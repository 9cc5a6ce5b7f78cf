"""ΔG‡ at one chosen temperature, so that barriers measured at different temperatures compare.

A reported ΔG‡ belongs to the temperature it was measured at; two of them quoted 60 K apart
differ by 60 K·ΔS‡ even for the same process (ΔG‡ = ΔH‡ − TΔS‡, Eyring 1935). Where a
measurement stores ΔH‡ and ΔS‡, its ΔG‡ at any T is ΔH‡ − T·ΔS‡; where it does not, only a
ΔG‡ quoted at that temperature (within :data:`SAME_T_K`) is known there, and nothing else is
assumed. The listing columns this adds (SQL text with the parameter ``:at_t``, the same on
SQLite and PostgreSQL; :func:`finish` completes each row in Python):

* ``dg_at_kj_mol`` — ΔG‡ at ``at_t_k``; ``dg_at_from`` — ``dh-ds`` or ``reported``;
* ``dg_at_err_kj_mol`` — σ = √(σ_H² + T²σ_S² − 2T·r·σ_H·σ_S) with r the stored correlation of
  ΔH‡ and ΔS‡ (``dh_ds_corr``); without r it is not available (None): ΔH‡ and ΔS‡ from one
  Eyring fit are strongly positively correlated (r ≈ +0.99 is usual), so leaving r out would
  overstate σ many times over, and a guessed r would be invented;
* ``extrapolated`` — ``yes`` when T lies outside the measured range (T_min…T_max, else the
  rate points' range) by more than :data:`EXTRAPOLATION_SLACK_K`, ``no`` inside, ``unknown``
  when no range is stored.
"""

from __future__ import annotations

import math
from collections.abc import Sequence
from typing import Any

from registry.kinetics.constants import STANDARD_TEMPERATURE_K

#: the default common temperature: 25 °C
DEFAULT_T_K = STANDARD_TEMPERATURE_K
#: a ΔG‡ quoted this close to the chosen temperature counts as quoted at it (rounding of
#: 298 vs 298.15 K; common practice, no source)
SAME_T_K = 1.0
#: a temperature this far outside the measured range still counts as inside it (the range's
#: own rounding; common practice, no source)
EXTRAPOLATION_SLACK_K = 1.0

_FROM_DH_DS = "m.dh_kj_mol IS NOT NULL AND m.ds_j_mol_k IS NOT NULL"

#: ΔG‡ at :at_t (kJ/mol), over ``measurement m``
DG_AT_SQL = (
    f"(CASE WHEN {_FROM_DH_DS} THEN m.dh_kj_mol - :at_t * m.ds_j_mol_k / 1000.0 "
    f"WHEN m.dg_t_k IS NOT NULL AND abs(m.dg_t_k - :at_t) <= {SAME_T_K} THEN m.dg_kj_mol END)"
)

#: the columns a listing gains with a common temperature (finished by :func:`finish`)
AT_COLUMNS: dict[str, str] = {
    "dg_at_kj_mol": DG_AT_SQL,
    "at_t_k": "(:at_t + 0.0)",
    "dg_at_from": (
        f"(CASE WHEN {_FROM_DH_DS} THEN 'dh-ds' "
        f"WHEN m.dg_t_k IS NOT NULL AND abs(m.dg_t_k - :at_t) <= {SAME_T_K} THEN 'reported' END)"
    ),
    # T²σ_S² + σ_H² − 2T·r·σ_H·σ_S in (kJ/mol)², when every part is stored
    "_dg_at_var": (
        f"(CASE WHEN {_FROM_DH_DS} AND m.dh_err_kj_mol IS NOT NULL "
        "AND m.ds_err_j_mol_k IS NOT NULL AND m.dh_ds_corr IS NOT NULL THEN "
        "m.dh_err_kj_mol * m.dh_err_kj_mol "
        "+ (:at_t * m.ds_err_j_mol_k / 1000.0) * (:at_t * m.ds_err_j_mol_k / 1000.0) "
        "- 2.0 * :at_t * m.dh_ds_corr * m.dh_err_kj_mol * m.ds_err_j_mol_k / 1000.0 "
        "WHEN m.dg_t_k IS NOT NULL AND abs(m.dg_t_k - :at_t) <= "
        f"{SAME_T_K} THEN m.dg_err_kj_mol * m.dg_err_kj_mol END)"
    ),
    "_range_lo": (
        "(CASE WHEN m.t_min_k IS NOT NULL AND m.t_max_k IS NOT NULL THEN m.t_min_k "
        "ELSE (SELECT min(r.t_k) FROM rate_point r WHERE r.measurement_id = m.id) END)"
    ),
    "_range_hi": (
        "(CASE WHEN m.t_min_k IS NOT NULL AND m.t_max_k IS NOT NULL THEN m.t_max_k "
        "ELSE (SELECT max(r.t_k) FROM rate_point r WHERE r.measurement_id = m.id) END)"
    ),
}

#: what each finished row carries, in order
SHOWN = ("dg_at_kj_mol", "dg_at_err_kj_mol", "at_t_k", "dg_at_from", "extrapolated")


def finish_row(row: dict[str, Any]) -> dict[str, Any]:
    """Turn the helper columns of one row into σ and the extrapolation mark (see module)."""
    var = row.pop("_dg_at_var", None)
    lo, hi = row.pop("_range_lo", None), row.pop("_range_hi", None)
    row["dg_at_err_kj_mol"] = math.sqrt(max(var, 0.0)) if var is not None else None
    row["extrapolated"] = extrapolated(row.get("at_t_k"), lo, hi, row.get("dg_at_from"))
    return row


def extrapolated(
    t_k: float | None, lo: float | None, hi: float | None, source: str | None
) -> str | None:
    """``yes``/``no``/``unknown`` for ΔG‡ from ΔH‡ − TΔS‡ at ``t_k``; None for a reported ΔG‡
    (quoted at that temperature: nothing is extrapolated) or when there is no value."""
    if source != "dh-ds" or t_k is None:
        return None
    if lo is None or hi is None:
        return "unknown"
    outside = t_k < lo - EXTRAPOLATION_SLACK_K or t_k > hi + EXTRAPOLATION_SLACK_K
    return "yes" if outside else "no"


def finish(rows: list[dict[str, Any]]) -> list[dict[str, Any]]:
    return [finish_row(r) for r in rows]


def finish_tuples(
    columns: Sequence[str], table: list[tuple[Any, ...]]
) -> tuple[tuple[str, ...], list[tuple[Any, ...]]]:
    """:func:`finish_row` for rows kept as tuples (a search's table)."""
    names = list(columns)
    finished = [finish_row(dict(zip(names, t, strict=True))) for t in table]
    kept = [c for c in names if not c.startswith("_")]
    out = tuple(dict.fromkeys([*kept, "dg_at_err_kj_mol", "extrapolated"]))
    return out, [tuple(r.get(c) for c in out) for r in finished]


def dg_at(
    dh_kj_mol: float | None,
    ds_j_mol_k: float | None,
    t_k: float,
    *,
    dh_err: float | None = None,
    ds_err: float | None = None,
    corr: float | None = None,
) -> tuple[float | None, float | None]:
    """ΔG‡(T) = ΔH‡ − T·ΔS‡ and its σ (None without the correlation; see the module)."""
    if dh_kj_mol is None or ds_j_mol_k is None:
        return None, None
    value = dh_kj_mol - t_k * ds_j_mol_k / 1000.0
    if dh_err is None or ds_err is None or corr is None:
        return value, None
    ts = t_k * ds_err / 1000.0
    return value, math.sqrt(max(dh_err**2 + ts**2 - 2.0 * corr * dh_err * ts, 0.0))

Problem details —
Reproduce the data in its entirety. Keep every character unchanged.

Response for this exercise —
repository 9cc5a6ce5b7f78cf
"""ΔG‡ at one chosen temperature, so that barriers measured at different temperatures compare.

A reported ΔG‡ belongs to the temperature it was measured at; two of them quoted 60 K apart
differ by 60 K·ΔS‡ even for the same process (ΔG‡ = ΔH‡ − TΔS‡, Eyring 1935). Where a
measurement stores ΔH‡ and ΔS‡, its ΔG‡ at any T is ΔH‡ − T·ΔS‡; where it does not, only a
ΔG‡ quoted at that temperature (within :data:`SAME_T_K`) is known there, and nothing else is
assumed. The listing columns this adds (SQL text with the parameter ``:at_t``, the same on
SQLite and PostgreSQL; :func:`finish` completes each row in Python):

* ``dg_at_kj_mol`` — ΔG‡ at ``at_t_k``; ``dg_at_from`` — ``dh-ds`` or ``reported``;
* ``dg_at_err_kj_mol`` — σ = √(σ_H² + T²σ_S² − 2T·r·σ_H·σ_S) with r the stored correlation of
  ΔH‡ and ΔS‡ (``dh_ds_corr``); without r it is not available (None): ΔH‡ and ΔS‡ from one
  Eyring fit are strongly positively correlated (r ≈ +0.99 is usual), so leaving r out would
  overstate σ many times over, and a guessed r would be invented;
* ``extrapolated`` — ``yes`` when T lies outside the measured range (T_min…T_max, else the
  rate points' range) by more than :data:`EXTRAPOLATION_SLACK_K`, ``no`` inside, ``unknown``
  when no range is stored.
"""

from __future__ import annotations

import math
from collections.abc import Sequence
from typing import Any

from registry.kinetics.constants import STANDARD_TEMPERATURE_K

#: the default common temperature: 25 °C
DEFAULT_T_K = STANDARD_TEMPERATURE_K
#: a ΔG‡ quoted this close to the chosen temperature counts as quoted at it (rounding of
#: 298 vs 298.15 K; common practice, no source)
SAME_T_K = 1.0
#: a temperature this far outside the measured range still counts as inside it (the range's
#: own rounding; common practice, no source)
EXTRAPOLATION_SLACK_K = 1.0

_FROM_DH_DS = "m.dh_kj_mol IS NOT NULL AND m.ds_j_mol_k IS NOT NULL"

#: ΔG‡ at :at_t (kJ/mol), over ``measurement m``
DG_AT_SQL = (
    f"(CASE WHEN {_FROM_DH_DS} THEN m.dh_kj_mol - :at_t * m.ds_j_mol_k / 1000.0 "
    f"WHEN m.dg_t_k IS NOT NULL AND abs(m.dg_t_k - :at_t) <= {SAME_T_K} THEN m.dg_kj_mol END)"
)

#: the columns a listing gains with a common temperature (finished by :func:`finish`)
AT_COLUMNS: dict[str, str] = {
    "dg_at_kj_mol": DG_AT_SQL,
    "at_t_k": "(:at_t + 0.0)",
    "dg_at_from": (
        f"(CASE WHEN {_FROM_DH_DS} THEN 'dh-ds' "
        f"WHEN m.dg_t_k IS NOT NULL AND abs(m.dg_t_k - :at_t) <= {SAME_T_K} THEN 'reported' END)"
    ),
    # T²σ_S² + σ_H² − 2T·r·σ_H·σ_S in (kJ/mol)², when every part is stored
    "_dg_at_var": (
        f"(CASE WHEN {_FROM_DH_DS} AND m.dh_err_kj_mol IS NOT NULL "
        "AND m.ds_err_j_mol_k IS NOT NULL AND m.dh_ds_corr IS NOT NULL THEN "
        "m.dh_err_kj_mol * m.dh_err_kj_mol "
        "+ (:at_t * m.ds_err_j_mol_k / 1000.0) * (:at_t * m.ds_err_j_mol_k / 1000.0) "
        "- 2.0 * :at_t * m.dh_ds_corr * m.dh_err_kj_mol * m.ds_err_j_mol_k / 1000.0 "
        "WHEN m.dg_t_k IS NOT NULL AND abs(m.dg_t_k - :at_t) <= "
        f"{SAME_T_K} THEN m.dg_err_kj_mol * m.dg_err_kj_mol END)"
    ),
    "_range_lo": (
        "(CASE WHEN m.t_min_k IS NOT NULL AND m.t_max_k IS NOT NULL THEN m.t_min_k "
        "ELSE (SELECT min(r.t_k) FROM rate_point r WHERE r.measurement_id = m.id) END)"
    ),
    "_range_hi": (
        "(CASE WHEN m.t_min_k IS NOT NULL AND m.t_max_k IS NOT NULL THEN m.t_max_k "
        "ELSE (SELECT max(r.t_k) FROM rate_point r WHERE r.measurement_id = m.id) END)"
    ),
}

#: what each finished row carries, in order
SHOWN = ("dg_at_kj_mol", "dg_at_err_kj_mol", "at_t_k", "dg_at_from", "extrapolated")


def finish_row(row: dict[str, Any]) -> dict[str, Any]:
    """Turn the helper columns of one row into σ and the extrapolation mark (see module)."""
    var = row.pop("_dg_at_var", None)
    lo, hi = row.pop("_range_lo", None), row.pop("_range_hi", None)
    row["dg_at_err_kj_mol"] = math.sqrt(max(var, 0.0)) if var is not None else None
    row["extrapolated"] = extrapolated(row.get("at_t_k"), lo, hi, row.get("dg_at_from"))
    return row


def extrapolated(
    t_k: float | None, lo: float | None, hi: float | None, source: str | None
) -> str | None:
    """``yes``/``no``/``unknown`` for ΔG‡ from ΔH‡ − TΔS‡ at ``t_k``; None for a reported ΔG‡
    (quoted at that temperature: nothing is extrapolated) or when there is no value."""
    if source != "dh-ds" or t_k is None:
        return None
    if lo is None or hi is None:
        return "unknown"
    outside = t_k < lo - EXTRAPOLATION_SLACK_K or t_k > hi + EXTRAPOLATION_SLACK_K
    return "yes" if outside else "no"


def finish(rows: list[dict[str, Any]]) -> list[dict[str, Any]]:
    return [finish_row(r) for r in rows]


def finish_tuples(
    columns: Sequence[str], table: list[tuple[Any, ...]]
) -> tuple[tuple[str, ...], list[tuple[Any, ...]]]:
    """:func:`finish_row` for rows kept as tuples (a search's table)."""
    names = list(columns)
    finished = [finish_row(dict(zip(names, t, strict=True))) for t in table]
    kept = [c for c in names if not c.startswith("_")]
    out = tuple(dict.fromkeys([*kept, "dg_at_err_kj_mol", "extrapolated"]))
    return out, [tuple(r.get(c) for c in out) for r in finished]


def dg_at(
    dh_kj_mol: float | None,
    ds_j_mol_k: float | None,
    t_k: float,
    *,
    dh_err: float | None = None,
    ds_err: float | None = None,
    corr: float | None = None,
) -> tuple[float | None, float | None]:
    """ΔG‡(T) = ΔH‡ − T·ΔS‡ and its σ (None without the correlation; see the module)."""
    if dh_kj_mol is None or ds_j_mol_k is None:
        return None, None
    value = dh_kj_mol - t_k * ds_j_mol_k / 1000.0
    if dh_err is None or ds_err is None or corr is None:
        return value, None
    ts = t_k * ds_err / 1000.0
    return value, math.sqrt(max(dh_err**2 + ts**2 - 2.0 * corr * dh_err * ts, 0.0))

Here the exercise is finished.